■ Task instructions: Tell how many lines of the data below have the string "strapped" in them. Say nothing more.

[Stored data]
----------------
const traps: readonly Trap[] = [
  {
    trap: "1 separator, quotes and encoding are recognised from the bytes",
    file: "ok/am-pm-split-quoted.csv",
    check(file) {
      const { dialect } = read(file).recognition.recipe;
      expect(dialect).toMatchObject({ separator: ",", quote: '"', encoding: "utf-8" });
      expect(read("ok/windows-1252.csv").recognition.recipe.dialect.encoding).toBe("windows-1252");
    },
  },
  {
    trap: "1 a short row is listed and never dropped unsaid",
    file: "not-ok/damaged-rows.csv",
    check: (file) => expect(stepsOf(read(file))).toHaveProperty("shortRows"),
  },
  {
    trap: "1 two readings that a separator could have cut in two are told from it",
    file: "not-ok/readings-look-like-offsets.txt",
    check(file) {
      const { recipe } = read(file).recognition;
      expect(recipe.dialect.separator).toBe(" ");
      expect(recipe.columns.map(({ meaning }) => meaning)).toEqual([
        "date",
        "timeOfDay",
        "outdoor",
        "electricPower",
      ]);
      expect(rounded(read(file).segment!.columns.outdoorC)).toEqual([-5.6, -4.1, -4.7, -3.8]);
    },
  },
  {
    trap: "2 two decimal marks in one column are asked about",
    file: "not-ok/mark-mixed-in-one-column.csv",
    check: (file) => expect(read(file).asked).toContain("decimalMark"),
  },
  {
    trap: "3 a row of units and names above it are no readings",
    file: "ok/several-header-rows.csv",
    check(file) {
      const { recognition, resolved } = read(file);
      expect(recognition.recipe.dialect).toMatchObject({ headerLine: 3, unitsLine: 4 });
      expect(resolved.counts.read).toBe(recognition.dataRowCount);
    },
  },
  {
    trap: "3 a serial number above the header is no day",
    file: "not-ok/serial-number-looks-like-a-day.csv",
    check(file) {
      const { recognition } = read(file);
      expect(recognition.recipe.dialect.firstDataLine).toBe(3);
      expect(recognition.dataRowCount).toBe(4);
    },
  },
  {
    trap: "4 an order of day and month that nothing proves is asked",
    file: "not-ok/both-orders-fit.csv",
    check(file) {
      const order = (recipe: FileRecipe): FileRecipe => ({
        ...recipe,
        time: { ...recipe.time, format: { kind: "calendar", order: "dayMonthYear" } },
      });
      expect(read(file, { ...UTC, recipe: order }).asked).toContain("dateOrder");
    },
  },
  {
    trap: "4 a year of two digits is asked for, and said to be of this century",
    file: "not-ok/two-digit-year.csv",
    check(file) {
      const order = (recipe: FileRecipe): FileRecipe => ({
        ...recipe,
        time: { ...recipe.time, format: { kind: "calendar", order: "yearMonthDay" } },
      });
      const { asked, recognition } = read(file, { ...UTC, recipe: order });
      expect(asked).toContain("dateOrder");
      expect(recognition.proofs).toContainEqual(
        expect.objectContaining({ about: "century", certainty: "likely", cell: "11/10/12 08:00" }),
      );
    },
  },
  {
    trap: "5 minutes past midnight with AM are not noon, and 24:00 is the next day's start",
    file: "ok/am-pm-split-quoted.csv",
    check(file) {
      const first = new Date(read(file).segment!.columns.instantMs[0]!);
      expect(first.toISOString()).toBe("2025-07-15T00:05:00.000Z");
      const midnight = new Date(read("ok/midnight-as-24.csv").segment!.columns.instantMs[1]!);
      expect(midnight.toISOString()).toBe("2025-07-16T00:00:00.000Z");
    },
  },
  {
    trap: "6 both passes of the repeated hour are kept, by the order of their rows",
    file: "not-ok/autumn-hour-repeated.csv",
    check(file) {
      const found = read(file, PARIS);
      expect(stepsOf(found)).toHaveProperty("repeatedHour");
      expect(found.resolved.counts.leftOut).toBe(0);
      expect(found.asked).toContain("loggerClock");
    },
  },
  {
    trap: "6 a logger that stays on winter time has no hour missing",
    file: "not-ok/winter-time-all-year.csv",
    check(file) {
      const asSite = read(file, PARIS);
      expect(stepsOf(asSite)).toEqual({ missingHour: 2 });
      const winter = read(file, { clock: { kind: "siteStandard" }, zone: "Europe/Paris" });
      expect(stepsOf(winter)).toEqual({});
      const { instantMs } = winter.segment!.columns;
      const steps = [...instantMs].slice(1).map((ms, i) => ms - instantMs[i]!);
      expect(new Set(steps)).toEqual(new Set([1_800_000]));
      expect(new Date(instantMs[0]!).toISOString()).toBe("2026-03-28T23:00:00.000Z");
    },
  },
  {
    trap: "7 a local time that never was is left out and listed, not moved",
    file: "not-ok/spring-hour-missing.csv",
    check(file) {
      const found = read(file, PARIS);
      expect(stepsOf(found)).toHaveProperty("missingHour");
      expect(found.resolved.counts.leftOut).toBeGreaterThan(0);
    },
  },
  {
    trap: "8 identical repeats are dropped with a count",
    file: "not-ok/duplicates-identical.csv",
    check(file) {
      expect(stepsOf(read(file))).toEqual({ identicalRepeats: 2 });
      expect(read(file).resolved.counts).toMatchObject({ read: 14, kept: 12 });
    },
  },
  {
    trap: "8 conflicting repeats are asked about, and the last does not win by itself",
    file: "not-ok/duplicates-conflicting.csv",
    check(file) {
      const { segment, resolved } = read(file);
      expect(segment).toBeNull();
      expect(resolved.questions.map(({ code }) => code)).toEqual(["conflictingRepeats"]);
    },
  },
  {
    trap: "9 an older stretch behind a younger one is sorted and shown as a block",
    file: "not-ok/older-rows-behind.csv",
    check(file) {
      const found = read(file);
      const step = found.resolved.steps.find(({ code }) => code === "outOfOrder");
      expect(step).toMatchObject({ count: 12, countByKind: { block: 12 } });
      const { instantMs } = found.segment!.columns;
      expect([...instantMs]).toEqual([...instantMs].sort((a, b) => a - b));
    },
  },
  {
    trap: "10 a clock that was slow is found from the notes, and nothing is moved by it",
    file: "not-ok/clock-five-minutes-slow.csv",
    check(file) {
      const segment = segmentOf(file);
      const loggerMs = segment.columns.instantMs[0]!;
      const found = clockOff(segment, [{ loggerMs, referenceMs: loggerMs + 300_000 }]);
      expect(found).toMatchObject({ code: "clockOff" });
      expect(found!.choices.map(({ change }) => change)).toEqual(
        expect.arrayContaining(["clock", "keep"]),
      );
      expect(clockOff(segment, [])).toBeNull();
    },
  },
  {
    trap: "11 words and numbers for no reading are counted and never zero",
    file: "not-ok/sentinels.csv",
    check(file) {
      const found = read(file);
      const step = found.resolved.steps.find(({ code }) => code === "sentinels");
      expect(Object.keys(step?.countByKind ?? {}).length).toBeGreaterThan(1);
      const flow = found.resolved.original.find(({ meaning }) => meaning === "flow")!.values;
      expect([flow[1], flow[2]]).toEqual([NaN, NaN]);
    },
  },
  {
    trap: "12 a counter that starts again is a rollover only where its capacity says so",
    file: "not-ok/counter-rolls-over.csv",
    check(file) {
      const { columns } = segmentOf(file);
      const steps = (capacity: number | null) =>
        counterMeans(columns, "instantaneous", 3_600_000, {
          ...NO_COUNTER_FACTS,
          volume: { capacity, mostPerHour: 50 },
          gapFactor: 3,
        });
      expect(rounded(steps(10_000).columns.flowM3PerHour)).toEqual([NaN, 1.4, 1.3, 1.2]);
      expect(steps(null).events.map(({ kind }) => kind)).toEqual(["reset"]);
      expect(rounded(steps(null).columns.flowM3PerHour)[2]).toBeNaN();
    },
  },
  {
    trap: "13 pulses wait for their worth, which is never assumed",
    file: "not-ok/pulses-without-worth.csv",
    check(file) {
      const open = read(file);
      expect(open.asked).toContain("pulseValue");
      expect(open.segment).toBeNull();
      const found = read(file, column(1, { unit: "L", pulseValue: 25 }));
      expect(stepsOf(found)).toEqual({ pulsesToFlow: 5, pulseOpening: 1 });
      expect(rounded(found.segment!.columns.flowM3PerHour)).toEqual([NaN, 1.2, 0.7, 0, 0.9, 1.1]);
    },
  },
  {
    trap: "14 means of a step that no header names are asked about",
    file: "not-ok/means-of-unknown-step.csv",
    check: (file) => expect(read(file).asked).toEqual(["seriesKind"]),
  },
  {
    trap: "14 a rising volume is a counter and no rate",
    file: "not-ok/counter-rolls-over.csv",
    check(file) {
      expect(read(file).recognition.recipe.columns[1]).toMatchObject({ meaning: "volumeCounter" });
      expect(segmentOf(file).columns.flowM3PerHour).toBeNull();
    },
  },
  {
    trap: "15 temperatures are drawn to the flow's instants between two readings, never beyond them",
    file: "not-ok/temperatures-every-five-minutes.csv",
    check(file) {
      const [flow, temperatures] = [segmentOf("ok/flow-every-minute.csv"), segmentOf(file)];
      const [segment] = resolveSegments([
        { ...flow, precedence: 1 },
        { ...temperatures, precedence: 2 },
      ]);
      expect(rounded(segment!.columns.supplyC).slice(0, 6)).toEqual([
        20, 20.2, 20.4, 20.6, 20.8, 21,
      ]);
      const cut = {
        ...temperatures.columns,
        instantMs: temperatures.columns.instantMs.slice(0, 2),
      };
      const short = {
        ...cut,
        supplyC: cut.supplyC!.slice(0, 2),
        returnC: cut.returnC!.slice(0, 2),
        quality: cut.quality.slice(0, 2),
      };
      const [ended] = resolveSegments([
        { ...flow, precedence: 1 },
        { ...temperatures, columns: short, precedence: 2 },
      ]);
      expect(ended!.columns.supplyC![6]).toBeNaN();
    },
  },
  {
    trap: "16 swapped sides stop the import; the choices swap the whole file",
    file: "not-ok/supply-return-swapped.csv",
    check(file) {
      const found = swappedSides(segmentOf(file), { service: "cooling", boreMm: BORE_MM });
      expect(found).toMatchObject({ code: "swappedSides", weight: "stop" });
      expect(found!.choices.map(({ change }) => change)).toContain("swapSides");
      expect(swappedSides(segmentOf(file), { service: "heating", boreMm: BORE_MM })).toBeNull();
    },
  },
  {
    trap: "17 steady negative flow is one sign for the visit, never the size of each row",
    file: "not-ok/flow-negative.csv",
    check(file) {
      const segment = segmentOf(file);
      const [found] = reversedFlow(segment, { boreMm: BORE_MM });
      expect(found).toMatchObject({ code: "reversedFlow", weight: "stop" });
      expect([...segment.columns.flowM3PerHour!].every((flow) => flow < 0)).toBe(true);
    },
  },
  {
    trap: "18 gallons of another country are no US gallons",
    file: "not-ok/imperial-gallons.csv",
    check: (file) => expect(read(file).asked).toContain("flowUnit"),
  },
  {
    trap: "18 temperatures that fit two units are asked about",
    file: "not-ok/temperature-fits-two-units.csv",
    check: (file) => expect(read(file).asked).toContain("temperatureUnit"),
  },
  {
    trap: "18 water speed becomes flow with the point's bore, and waits for one",
    file: "ok/water-speed-feet.csv",
    check(file) {
      const open = read(file);
      expect(open.resolved.questions).toEqual([{ code: "pointBore", columnIndex: 1 }]);
      const bores = [{ fromMs: 0, toMs: null, insideDiameterMm: BORE_MM }];
      const found = read(file, { ...UTC, facts: { bores } });
      // 3.2808399 ft/s is 1 m/s, and 1 m/s in NPS 4 schedule 40 is 29.5668 m³/h.
      expect(found.segment!.columns.flowM3PerHour![0]).toBeCloseTo(29.5668, 3);
      expect(stepsOf(found)).toEqual({ velocityTimesBore: 4 });
      const [unit] = unitPlausibility(found.segment!, {
        boreMm: BORE_MM,
        designFlowM3PerHour: null,
        service: "cooling",
        flowUnit: null,
      });
      expect(unit).toBeUndefined();
    },
  },
  {
    trap: "19 a channel that stands still while the load moves is found",
    file: "not-ok/return-stuck.csv",
    check(file) {
      const [found] = stuckChannels(segmentOf(file), { designDeltaTK: null });
      expect(found).toMatchObject({ channel: "returnC", figures: { readings: 40, value: 12.31 } });
    },
  },
  {
    trap: "20 one impossible flow is found, its neighbours are not",
    file: "not-ok/one-spike.csv",
    check(file) {
      const segment = segmentOf(file);
      const [found] = hampelSpikes(segment, { boreMm: BORE_MM });
      expect(found).toMatchObject({ channel: "flowM3PerHour", rows: [{ from: 31, to: 32 }] });
      expect(segment.columns.flowM3PerHour![31]).toBe(412);
    },
  },
  {
    trap: "21 a hole stays a hole and is shown",
    file: "not-ok/hole-of-two-hours.csv",
    check(file) {
      const { gaps, counts } = read(file).resolved;
      expect(gaps).toMatchObject([{ missingRows: 8 }]);
      expect(counts).toMatchObject({ kept: 40, expected: 48, missing: 8 });
    },
  },
  {
    trap: "22 noise at standstill is shown with a cut-off, and not deleted",
    file: "not-ok/noise-at-standstill.csv",
    check(file) {
      const segment = segmentOf(file);
      const limits = { boreMm: BORE_MM, flowCutOffM3PerHour: null };
      expect(noFlowNoise(segment, limits)).toMatchObject({ code: "noFlowNoise" });
      expect(segment.columns.instantMs).toHaveLength(96);
    },
  },
  {
    trap: "23 a probe strapped on anew splits the log where it jumps",
    file: "not-ok/probe-strapped-again.csv",
    check(file) {
      const segment = segmentOf(file);
      const found = stepChanges(segment, { boreMm: BORE_MM }).find(
        ({ channel }) => channel === "returnC",
      );
      const split = found?.choices.find(({ change }) => change === "split");
      expect(split).toMatchObject({ atMs: segment.columns.instantMs[136] });
    },
  },
  {
    trap: "24 a second download that overlaps counts each row once",
    file: "not-ok/second-download-overlaps.csv",
    check(file) {
      const sources = [segmentOf("ok/first-download.csv"), segmentOf(file)].map(
        (segment, precedence) => ({ ...segment, precedence }),
      );
      const [segment, ...others] = resolveSegments(sources);
      expect(others).toEqual([]);
      expect(segment!.columns.instantMs).toHaveLength(24);
    },
  },
  {
    trap: "words for a bad reading are for somebody to name",
    file: "not-ok/status-words.csv",
    check(file) {
      const open = read(file);
      expect(open.asked).toEqual(["statusWords"]);
      const found = read(file, column(4, { badWords: ["Fehler"] }));
      expect(stepsOf(found)).toEqual({ badStatus: 2 });
      expect(found.resolved.counts).toMatchObject({ measured: 6, excluded: 2 });
      expect(stepsOf(read(file, column(4, { badWords: [] })))).toEqual({});
    },
  },
  {
    trap: "two columns of one name are asked about",
    file: "not-ok/two-columns-one-name.csv",
    check: (file) => expect(read(file).asked).toEqual(["alikeColumns"]),
  },
  {
    trap: "columns of two points are told apart, and whose is asked",
    file: "not-ok/two-points.csv",
    check(file) {
      const { asked, recognition } = read(file);
      expect(asked).toEqual(["whichSet"]);
      expect(recognition.pointSets?.map(({ name }) => name)).toEqual(["ch 1", "ch 2"]);
      expect(recognition.recipe.columns.slice(1).every(({ meaning }) => meaning === "skip")).toBe(
        true,
      );
    },
  },
  {
    trap: "companion series are read beside the readings",
    file: "ok/companions.csv",
    check(file) {
      const { asked, segment } = read(file);
      expect(asked).toEqual([]);
      expect(rounded(segment!.columns.outdoorC)).toEqual([14.5, 15.5, 16.5, 17.5]);
      expect(rounded(segment!.columns.pressureKpa)).toEqual([240, 240, 240, 240]);
    },
  },
];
----------------
■ Exercise result: 2